ConceptCheck 20-8: Yes. However, these reactions do not release energy; energy must be added for these reactions to take place.

ConceptCheck 20-9: No. In order for the iron core to collapse, it must overcome degenerate electron pressure, which requires over 1.4 M (this is the Chandrasekhar limit).

ConceptCheck 20-10: For stars that had main-sequence masses over 8 M, iron cores larger than the Chandrasekhar limit can develop and collapse. During collapse, iron is converted into neutrons, which then exert a degenerate-neutron pressure that can halt further collapse.

ConceptCheck 20-11: Neutrinos deliver energy to these bubbles. These neutrinos were produced in the collapse when electrons combined with protons to produce neutrons and neutrinos.

ConceptCheck 20-12: Atoms heavier than iron such as uranium are produced during a supernova. Nuclear reactions producing uranium require an input of energy, and there is plenty of gravitational energy in the collapse that ultimately ends up producing atomic elements heavier than iron. Uranium does not release energy when produced.

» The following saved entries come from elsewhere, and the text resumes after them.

"""Demo drill holes: collars on a rough grid, curving inclined holes, and their positions.

Positions along a hole come from the minimum-curvature method, evaluated exactly inside a
survey segment (the direction turns along the great circle between the two stations), so
the demo's geology sits where a minimum-curvature desurvey of ``surveys.csv`` puts it.

References
----------
.. [1] Sawaryn, S.J. & Thorogood, J.L. (2005). A compendium of directional calculations
   based on the minimum curvature method. SPE Drilling & Completion 20(1), 24-36.
   DOI: 10.2118/84246-PA
"""

from __future__ import annotations

import numpy as np
import pandas as pd

from geomet.demo.deposit import CENTRE_E_M, CENTRE_N_M, DepositModel
from geomet.errors import InputDataError

GRID_HALF_WIDTH_M = 620.0


def make_collars_surveys(
    model: DepositModel, n_holes: int, rng: np.random.Generator
) -> tuple[pd.DataFrame, pd.DataFrame]:
    """Collars and downhole surveys of ``n_holes`` demo holes.

    Collars sit on a jittered square grid over the system (the cells nearest the centre
    first), at the topographic surface. A quarter of the holes are near-vertical; the rest
    dip 55-75 degrees towards the system's centre or along the drilling grid. Surveys are
    taken every 30-50 m with a right-hand azimuth walk and a slow lift of the dip; about one
    hole in seven stops short of its planned depth.

    Returns
    -------
    collars : DataFrame
        hole_id, easting_m, northing_m, elevation_m, total_depth_m.
    surveys : DataFrame
        hole_id, depth_m, azimuth_deg, dip_deg (negative down), one row per station.
    """
    side = int(np.ceil(np.sqrt(n_holes * 1.15)))
    spacing = 2 * GRID_HALF_WIDTH_M / max(side - 1, 1)
    gx, gy = np.meshgrid(np.arange(side), np.arange(side))
    ex = CENTRE_E_M - GRID_HALF_WIDTH_M + gx.ravel() * spacing
    ny = CENTRE_N_M - GRID_HALF_WIDTH_M + gy.ravel() * spacing
    order = np.argsort(np.hypot(ex - CENTRE_E_M, ny - CENTRE_N_M), kind="stable")[:n_holes]
    ex = ex[order] + rng.uniform(-0.25, 0.25, n_holes) * spacing
    ny = ny[order] + rng.uniform(-0.25, 0.25, n_holes) * spacing
    elev = model.topography_m(ex, ny)
    r = np.hypot(ex - CENTRE_E_M, ny - CENTRE_N_M)
    planned = np.clip(500.0 - 0.35 * r + rng.normal(0.0, 40.0, n_holes), 200.0, 500.0)
    short = rng.uniform(size=n_holes) < 0.14
    total = np.where(short, planned * rng.uniform(0.45, 0.85, n_holes), planned)
    total = np.round(np.maximum(total, 120.0), 1)
    vertical = rng.uniform(size=n_holes) < 0.25
    to_centre = (np.degrees(np.arctan2(CENTRE_E_M - ex, CENTRE_N_M - ny)) + 360.0) % 360.0
    grid_az = np.where(rng.uniform(size=n_holes) < 0.5, 45.0, 225.0)
    az0 = np.where(rng.uniform(size=n_holes) < 0.6, to_centre, grid_az)
    az0 = (az0 + rng.normal(0.0, 8.0, n_holes)) % 360.0
    dip0 = np.where(
        vertical, rng.uniform(-89.5, -85.0, n_holes), rng.uniform(-75.0, -55.0, n_holes)
    )
    years = np.sort(rng.choice([21, 22, 23, 24], size=n_holes, p=[0.2, 0.3, 0.3, 0.2]))
    hole_ids = []
    counters: dict[int, int] = {}
    for yr in years:
        counters[yr] = counters.get(yr, 0) + 1
        hole_ids.append(f"VL{yr:02d}-{counters[yr]:03d}")
    hole_ids = np.array(hole_ids)
    perm = rng.permutation(n_holes)  # grid position independent of the campaign
    ex, ny, elev, total, az0, dip0 = (a[perm] for a in (ex, ny, elev, total, az0, dip0))

    rows_h, rows_d, rows_a, rows_i = [], [], [], []
    for h in range(n_holes):
        steps = []
        depth = 0.0
        while True:
            depth += float(rng.uniform(30.0, 50.0))
            if depth >= total[h] - 5.0:
                break
            steps.append(round(depth, 1))
        depths = np.array([0.0, *steps, total[h]])
        k = len(depths)
        seg = np.diff(depths, prepend=0.0) / 30.0
        walk = 1.4 * rng.uniform(0.3, 1.5) if dip0[h] > -84 else 0.5
        az = (az0[h] + np.cumsum(seg * (walk + rng.normal(0.0, 0.6, k)))) % 360.0
        lift = 0.45 * rng.uniform(0.3, 1.4)
        dip = np.minimum(dip0[h] + np.cumsum(seg * (lift + rng.normal(0.0, 0.25, k))), -40.0)
        dip = np.maximum(dip, -90.0)
        rows_h.extend([hole_ids[h]] * k)
        rows_d.extend(depths)
        rows_a.extend(np.round(az, 1) % 360.0)
        rows_i.extend(np.round(dip, 1))
    collars = (
        pd.DataFrame(
            {
                "hole_id": hole_ids,
                "easting_m": np.round(ex, 2),
                "northing_m": np.round(ny, 2),
                "elevation_m": np.round(elev, 2),
                "total_depth_m": total,
            }
        )
        .sort_values("hole_id", kind="stable")
        .reset_index(drop=True)
    )
    surveys = pd.DataFrame(
        {
            "hole_id": rows_h,
            "depth_m": np.round(rows_d, 1),
            "azimuth_deg": rows_a,
            "dip_deg": rows_i,
        }
    )
    surveys = surveys.sort_values(["hole_id", "depth_m"], kind="stable").reset_index(drop=True)
    return collars, surveys


def _unit_vectors(az_deg, dip_deg):
    inc = np.radians(90.0 + np.asarray(dip_deg, dtype=float))
    az = np.radians(np.asarray(az_deg, dtype=float))
    return np.stack([np.sin(inc) * np.sin(az), np.sin(inc) * np.cos(az), -np.cos(inc)], axis=-1)


def _rf(beta):
    small = beta < 1e-7
    safe = np.where(small, 1.0, beta)
    return np.where(small, 1.0 + beta**2 / 12.0, 2.0 / safe * np.tan(safe / 2.0))


def positions_at(
    collars: pd.DataFrame, surveys: pd.DataFrame, hole_id, depth_m
) -> tuple[np.ndarray, np.ndarray, np.ndarray]:
    """Easting, northing and elevation [m] of points at downhole depths (minimum curvature).

    Parameters
    ----------
    collars, surveys : DataFrame
        Canonical collar and survey tables; each hole needs a survey station at depth 0
        (the collar's orientation).
    hole_id : array_like of str
    depth_m : array_like of float
        Downhole depths [m]; beyond the last station the hole runs straight on.

    Notes
    -----
    Between stations 1 and 2 with unit tangents t1, t2 and dogleg beta
    (cos beta = t1 . t2), the point at a fraction f of the segment length L has tangent
    t(f) = [sin((1-f) beta) t1 + sin(f beta) t2] / sin beta, and lies at
    p1 + (f L / 2) (t1 + t(f)) RF(f beta), RF(b) = (2/b) tan(b/2) (ref. [1]).
    """
    hole_id = np.asarray(hole_id)
    depth = np.asarray(depth_m, dtype=float)
    holes = pd.Index(collars["hole_id"].to_numpy())
    q_idx = holes.get_indexer(hole_id)
    s_idx = holes.get_indexer(surveys["hole_id"].to_numpy())
    for name, idx, ids in (("query", q_idx, hole_id), ("survey", s_idx, surveys["hole_id"])):
        if (idx < 0).any():
            missing = sorted({str(h) for h in np.asarray(ids)[idx < 0]})
            msg = f"{name} hole(s) {missing[:10]} have no collar; every hole needs a collar row"
            raise InputDataError(msg)
    if len(holes) and not np.isin(np.arange(len(holes)), s_idx).all():
        lacking = sorted(str(h) for h in holes[~np.isin(np.arange(len(holes)), s_idx)])
        msg = f"hole(s) {lacking[:10]} have no survey station; give each hole one at depth 0"
        raise InputDataError(msg)
    order = np.lexsort((surveys["depth_m"].to_numpy(dtype=float), s_idx))
    s_idx = s_idx[order]
    s_md = surveys["depth_m"].to_numpy(dtype=float)[order]
    t = _unit_vectors(
        surveys["azimuth_deg"].to_numpy()[order], surveys["dip_deg"].to_numpy()[order]
    )
    # station positions
    same = np.r_[False, s_idx[1:] == s_idx[:-1]]
    cosb = np.clip(np.einsum("ij,ij->i", t[1:], t[:-1]), -1.0, 1.0)
    beta = np.arccos(cosb)
    dmd = np.diff(s_md)
    step = (dmd / 2.0 * _rf(beta))[:, None] * (t[1:] + t[:-1])
    step = np.vstack([np.zeros(3), step])
    step[~same] = 0.0
    csum = np.cumsum(step, axis=0)
    first = np.flatnonzero(~same)
    group_start = np.maximum.accumulate(np.where(~same, np.arange(len(same)), 0))
    base = csum[first][np.searchsorted(first, group_start)]
    collar_xyz = collars[["easting_m", "northing_m", "elevation_m"]].to_numpy(dtype=float)
    station_xyz = collar_xyz[s_idx] + (csum - base)
    # locate each query in its segment
    key_s = s_idx * 1e6 + s_md
    key_q = q_idx * 1e6 + depth
    seg = np.searchsorted(key_s, key_q, side="right") - 1
    seg = np.clip(seg, 0, len(s_md) - 1)
    nxt = np.minimum(seg + 1, len(s_md) - 1)
    last = (nxt == seg) | (s_idx[nxt] != s_idx[seg])
    p1 = station_xyz[seg]
    t1 = t[seg]
    t2 = np.where(last[:, None], t1, t[nxt])
    seg_len = np.where(last, 1.0, s_md[nxt] - s_md[seg])
    dl = depth - s_md[seg]
    frac = np.where(last, 0.0, dl / np.where(seg_len > 0, seg_len, 1.0))
    b = np.arccos(np.clip(np.einsum("ij,ij->i", t1, t2), -1.0, 1.0))
    sinb = np.sin(b)
    straight = sinb < 1e-9
    safe = np.where(straight, 1.0, sinb)
    a1 = np.where(straight, 1.0 - frac, np.sin((1.0 - frac) * b) / safe)
    a2 = np.where(straight, frac, np.sin(frac * b) / safe)
    tf = a1[:, None] * t1 + a2[:, None] * t2
    tf /= np.linalg.norm(tf, axis=1, keepdims=True)
    xyz = p1 + (dl / 2.0 * _rf(frac * b))[:, None] * (t1 + tf)
    return xyz[:, 0], xyz[:, 1], xyz[:, 2]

ConceptCheck 20-13: The typical progenitor star for a core-collapse supernova is a red supergiant. The blue supergiant progenitor star that led to SN 1987A was still large in mass but smaller in size than a red supergiant. That means some of the supernova energy that would have normally gone into light was used just to push the smaller star’s matter outward against its own gravity.

ConceptCheck 20-14: When a high-energy neutrino hits a proton in a big water tank, it can cause a positron to be emitted. The positron can travel faster than light travels within that same water, and this produces a shock wave of light that can be detected.

ConceptCheck 20-15: By comparison with the spectra in Figure 20-18, the lack of hydrogen, helium, or silicon lines matches the core-collapse of a Type Ic supernova.

ConceptCheck 20-16: By observing the expansion rate of the remnant (its speed), and how far it has expanded (its approximate radius), the time since the explosion can be estimated.

ConceptCheck 20-17: Just as a white dwarf is held up by degenerate electron pressure, a neutron star is held up by degenerate neutron pressure.

ConceptCheck 20-18: By shrinking during formation, neutron stars spin rapidly and have very large magnetic fields. Charged particles in these magnetic fields emit the light (often radio waves) observed at Earth. The light arrives in pulses the way a lighthouse beacon repeatedly sweeps by an observer.

ConceptCheck 20-19: In a supernova, the entire white dwarf undergoes nuclear reactions, whereas in a nova, only a surface layer undergoes nuclear fusion.

ConceptCheck 20-20: A type Ia supernova blows the object apart. For a nova or X-ray burster, only an outer layer of transferred mass undergoes nuclear reactions. When enough mass is again transferred from the binary partner, the detonation repeats itself.